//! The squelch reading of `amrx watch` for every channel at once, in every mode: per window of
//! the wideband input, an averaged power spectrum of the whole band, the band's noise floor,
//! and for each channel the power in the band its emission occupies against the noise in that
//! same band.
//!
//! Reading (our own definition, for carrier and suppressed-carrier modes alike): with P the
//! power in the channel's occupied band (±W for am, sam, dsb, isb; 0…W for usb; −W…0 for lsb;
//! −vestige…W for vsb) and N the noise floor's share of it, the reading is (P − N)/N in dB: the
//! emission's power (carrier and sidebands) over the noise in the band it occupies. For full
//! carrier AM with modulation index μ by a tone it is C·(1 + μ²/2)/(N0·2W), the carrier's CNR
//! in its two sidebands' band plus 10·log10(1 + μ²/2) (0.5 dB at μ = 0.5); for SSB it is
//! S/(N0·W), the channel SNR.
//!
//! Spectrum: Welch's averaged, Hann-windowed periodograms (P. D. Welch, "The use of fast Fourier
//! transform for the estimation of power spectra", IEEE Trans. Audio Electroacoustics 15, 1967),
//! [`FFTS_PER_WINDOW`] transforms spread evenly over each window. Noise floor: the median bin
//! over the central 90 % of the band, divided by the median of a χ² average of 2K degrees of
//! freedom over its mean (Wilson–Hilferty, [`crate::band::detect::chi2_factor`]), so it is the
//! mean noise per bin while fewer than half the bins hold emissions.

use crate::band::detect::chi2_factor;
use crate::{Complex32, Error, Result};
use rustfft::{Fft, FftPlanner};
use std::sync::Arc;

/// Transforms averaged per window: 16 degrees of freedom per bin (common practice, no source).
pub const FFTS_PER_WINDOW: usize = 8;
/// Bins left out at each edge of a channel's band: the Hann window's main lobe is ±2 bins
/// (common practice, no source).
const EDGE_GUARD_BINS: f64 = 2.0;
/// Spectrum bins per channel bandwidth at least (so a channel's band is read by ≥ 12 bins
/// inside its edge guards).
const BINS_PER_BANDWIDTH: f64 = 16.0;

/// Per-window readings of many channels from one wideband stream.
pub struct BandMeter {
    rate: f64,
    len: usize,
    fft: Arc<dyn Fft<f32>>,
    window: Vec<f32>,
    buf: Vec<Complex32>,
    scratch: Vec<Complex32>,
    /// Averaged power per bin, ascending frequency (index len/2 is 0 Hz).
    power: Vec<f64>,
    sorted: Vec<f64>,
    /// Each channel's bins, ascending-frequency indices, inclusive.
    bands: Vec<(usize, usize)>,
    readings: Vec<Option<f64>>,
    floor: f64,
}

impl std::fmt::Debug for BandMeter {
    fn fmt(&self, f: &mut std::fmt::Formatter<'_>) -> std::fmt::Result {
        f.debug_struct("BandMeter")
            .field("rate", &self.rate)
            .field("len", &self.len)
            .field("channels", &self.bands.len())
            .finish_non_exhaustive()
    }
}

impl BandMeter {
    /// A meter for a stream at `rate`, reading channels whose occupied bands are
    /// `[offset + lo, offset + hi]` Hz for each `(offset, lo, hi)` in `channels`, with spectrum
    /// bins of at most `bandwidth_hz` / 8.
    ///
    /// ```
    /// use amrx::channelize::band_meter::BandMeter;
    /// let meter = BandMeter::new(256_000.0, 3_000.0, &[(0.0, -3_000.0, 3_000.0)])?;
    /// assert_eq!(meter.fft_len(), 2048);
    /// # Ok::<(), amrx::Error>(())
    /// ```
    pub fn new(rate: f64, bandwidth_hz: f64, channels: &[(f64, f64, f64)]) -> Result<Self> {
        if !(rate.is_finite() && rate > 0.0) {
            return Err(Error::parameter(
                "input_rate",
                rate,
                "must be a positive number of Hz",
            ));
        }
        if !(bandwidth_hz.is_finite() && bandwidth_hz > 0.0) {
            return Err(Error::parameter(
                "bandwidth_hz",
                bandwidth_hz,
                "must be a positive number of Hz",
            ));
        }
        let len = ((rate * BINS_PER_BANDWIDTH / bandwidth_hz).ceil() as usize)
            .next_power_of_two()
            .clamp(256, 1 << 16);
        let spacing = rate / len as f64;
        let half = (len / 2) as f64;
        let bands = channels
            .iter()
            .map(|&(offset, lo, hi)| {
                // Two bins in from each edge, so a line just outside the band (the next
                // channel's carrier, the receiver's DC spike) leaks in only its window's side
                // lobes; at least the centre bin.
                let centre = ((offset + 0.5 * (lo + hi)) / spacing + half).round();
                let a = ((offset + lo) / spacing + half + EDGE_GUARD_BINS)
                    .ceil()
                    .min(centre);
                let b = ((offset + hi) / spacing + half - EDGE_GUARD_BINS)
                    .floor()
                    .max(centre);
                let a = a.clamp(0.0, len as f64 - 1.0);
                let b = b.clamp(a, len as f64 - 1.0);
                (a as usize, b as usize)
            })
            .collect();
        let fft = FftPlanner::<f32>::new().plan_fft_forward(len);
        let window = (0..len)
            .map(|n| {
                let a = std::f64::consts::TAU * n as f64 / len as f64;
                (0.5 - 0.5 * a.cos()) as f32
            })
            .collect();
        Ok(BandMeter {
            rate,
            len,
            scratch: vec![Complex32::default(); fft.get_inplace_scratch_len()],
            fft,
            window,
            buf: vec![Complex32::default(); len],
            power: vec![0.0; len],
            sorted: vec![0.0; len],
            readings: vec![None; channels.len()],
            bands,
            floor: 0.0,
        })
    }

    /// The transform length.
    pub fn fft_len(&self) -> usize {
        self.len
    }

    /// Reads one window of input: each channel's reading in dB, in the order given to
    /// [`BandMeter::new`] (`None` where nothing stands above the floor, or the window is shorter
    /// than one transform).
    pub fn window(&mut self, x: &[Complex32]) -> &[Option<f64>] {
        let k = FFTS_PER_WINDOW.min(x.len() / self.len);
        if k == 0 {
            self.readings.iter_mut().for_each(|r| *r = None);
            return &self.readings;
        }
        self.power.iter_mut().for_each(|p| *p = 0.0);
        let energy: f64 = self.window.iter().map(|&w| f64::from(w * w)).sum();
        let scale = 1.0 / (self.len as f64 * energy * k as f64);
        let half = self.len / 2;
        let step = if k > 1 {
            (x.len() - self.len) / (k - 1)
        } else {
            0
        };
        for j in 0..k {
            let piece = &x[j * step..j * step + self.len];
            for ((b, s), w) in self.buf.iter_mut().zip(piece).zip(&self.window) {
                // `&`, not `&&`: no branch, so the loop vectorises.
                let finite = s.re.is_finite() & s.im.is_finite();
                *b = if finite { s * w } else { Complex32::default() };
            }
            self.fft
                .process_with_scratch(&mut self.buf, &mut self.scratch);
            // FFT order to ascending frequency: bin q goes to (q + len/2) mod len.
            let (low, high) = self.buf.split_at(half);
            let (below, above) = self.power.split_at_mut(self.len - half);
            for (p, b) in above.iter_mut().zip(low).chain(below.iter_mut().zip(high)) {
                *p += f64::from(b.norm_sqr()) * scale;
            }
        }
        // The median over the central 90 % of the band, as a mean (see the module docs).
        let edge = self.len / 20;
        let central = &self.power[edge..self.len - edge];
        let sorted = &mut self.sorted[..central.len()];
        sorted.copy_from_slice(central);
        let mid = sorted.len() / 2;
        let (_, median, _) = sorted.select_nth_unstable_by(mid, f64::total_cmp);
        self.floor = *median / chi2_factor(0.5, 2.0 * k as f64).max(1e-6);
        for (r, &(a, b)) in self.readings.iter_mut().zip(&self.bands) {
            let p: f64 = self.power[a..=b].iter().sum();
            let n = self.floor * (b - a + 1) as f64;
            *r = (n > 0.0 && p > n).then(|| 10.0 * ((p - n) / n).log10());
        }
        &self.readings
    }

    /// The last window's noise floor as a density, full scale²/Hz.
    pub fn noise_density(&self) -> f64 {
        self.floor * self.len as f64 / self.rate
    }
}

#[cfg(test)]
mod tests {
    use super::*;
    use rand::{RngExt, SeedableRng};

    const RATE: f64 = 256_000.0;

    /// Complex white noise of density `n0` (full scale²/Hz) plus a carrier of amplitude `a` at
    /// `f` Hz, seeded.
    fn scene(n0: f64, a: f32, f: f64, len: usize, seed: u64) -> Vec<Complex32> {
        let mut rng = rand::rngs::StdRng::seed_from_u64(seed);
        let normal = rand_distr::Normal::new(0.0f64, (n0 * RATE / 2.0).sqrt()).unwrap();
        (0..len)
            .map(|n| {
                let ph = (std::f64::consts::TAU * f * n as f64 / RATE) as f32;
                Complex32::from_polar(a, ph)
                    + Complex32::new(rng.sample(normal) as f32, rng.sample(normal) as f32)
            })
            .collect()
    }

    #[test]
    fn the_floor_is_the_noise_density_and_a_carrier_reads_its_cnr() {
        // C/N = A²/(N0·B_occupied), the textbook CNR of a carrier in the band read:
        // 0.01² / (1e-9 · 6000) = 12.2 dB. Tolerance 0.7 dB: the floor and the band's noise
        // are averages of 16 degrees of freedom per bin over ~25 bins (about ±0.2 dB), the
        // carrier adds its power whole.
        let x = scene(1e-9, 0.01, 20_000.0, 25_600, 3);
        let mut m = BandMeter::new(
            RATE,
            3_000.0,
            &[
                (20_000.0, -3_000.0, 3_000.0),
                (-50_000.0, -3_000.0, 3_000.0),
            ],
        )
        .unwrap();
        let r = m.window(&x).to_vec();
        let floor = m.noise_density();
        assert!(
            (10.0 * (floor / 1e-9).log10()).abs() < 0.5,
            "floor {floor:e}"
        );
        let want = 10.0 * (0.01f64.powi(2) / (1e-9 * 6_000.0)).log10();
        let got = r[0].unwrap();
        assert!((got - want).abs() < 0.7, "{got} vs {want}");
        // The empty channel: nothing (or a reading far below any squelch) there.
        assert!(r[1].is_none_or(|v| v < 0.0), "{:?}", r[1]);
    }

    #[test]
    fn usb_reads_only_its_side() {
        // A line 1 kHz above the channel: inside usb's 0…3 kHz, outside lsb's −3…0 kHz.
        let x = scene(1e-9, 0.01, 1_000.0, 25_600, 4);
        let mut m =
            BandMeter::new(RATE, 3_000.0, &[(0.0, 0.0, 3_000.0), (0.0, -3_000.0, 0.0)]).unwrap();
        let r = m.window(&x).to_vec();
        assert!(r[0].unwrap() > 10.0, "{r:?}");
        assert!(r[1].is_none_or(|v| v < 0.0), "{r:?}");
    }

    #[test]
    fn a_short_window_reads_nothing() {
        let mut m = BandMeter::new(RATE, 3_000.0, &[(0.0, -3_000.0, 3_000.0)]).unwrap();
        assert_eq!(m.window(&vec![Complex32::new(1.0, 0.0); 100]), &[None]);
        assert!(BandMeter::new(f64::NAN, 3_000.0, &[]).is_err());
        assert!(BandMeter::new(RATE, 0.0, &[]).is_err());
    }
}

→ ASSIGNED TASK
When a line in the data contains the string "usize", copy that line.

→ ANSWER SPACE
pub const FFTS_PER_WINDOW: usize = 8;
    len: usize,
    bands: Vec<(usize, usize)>,
        let len = ((rate * BINS_PER_BANDWIDTH / bandwidth_hz).ceil() as usize)
                (a as usize, b as usize)
    pub fn fft_len(&self) -> usize {
    fn scene(n0: f64, a: f32, f: f64, len: usize, seed: u64) -> Vec<Complex32> {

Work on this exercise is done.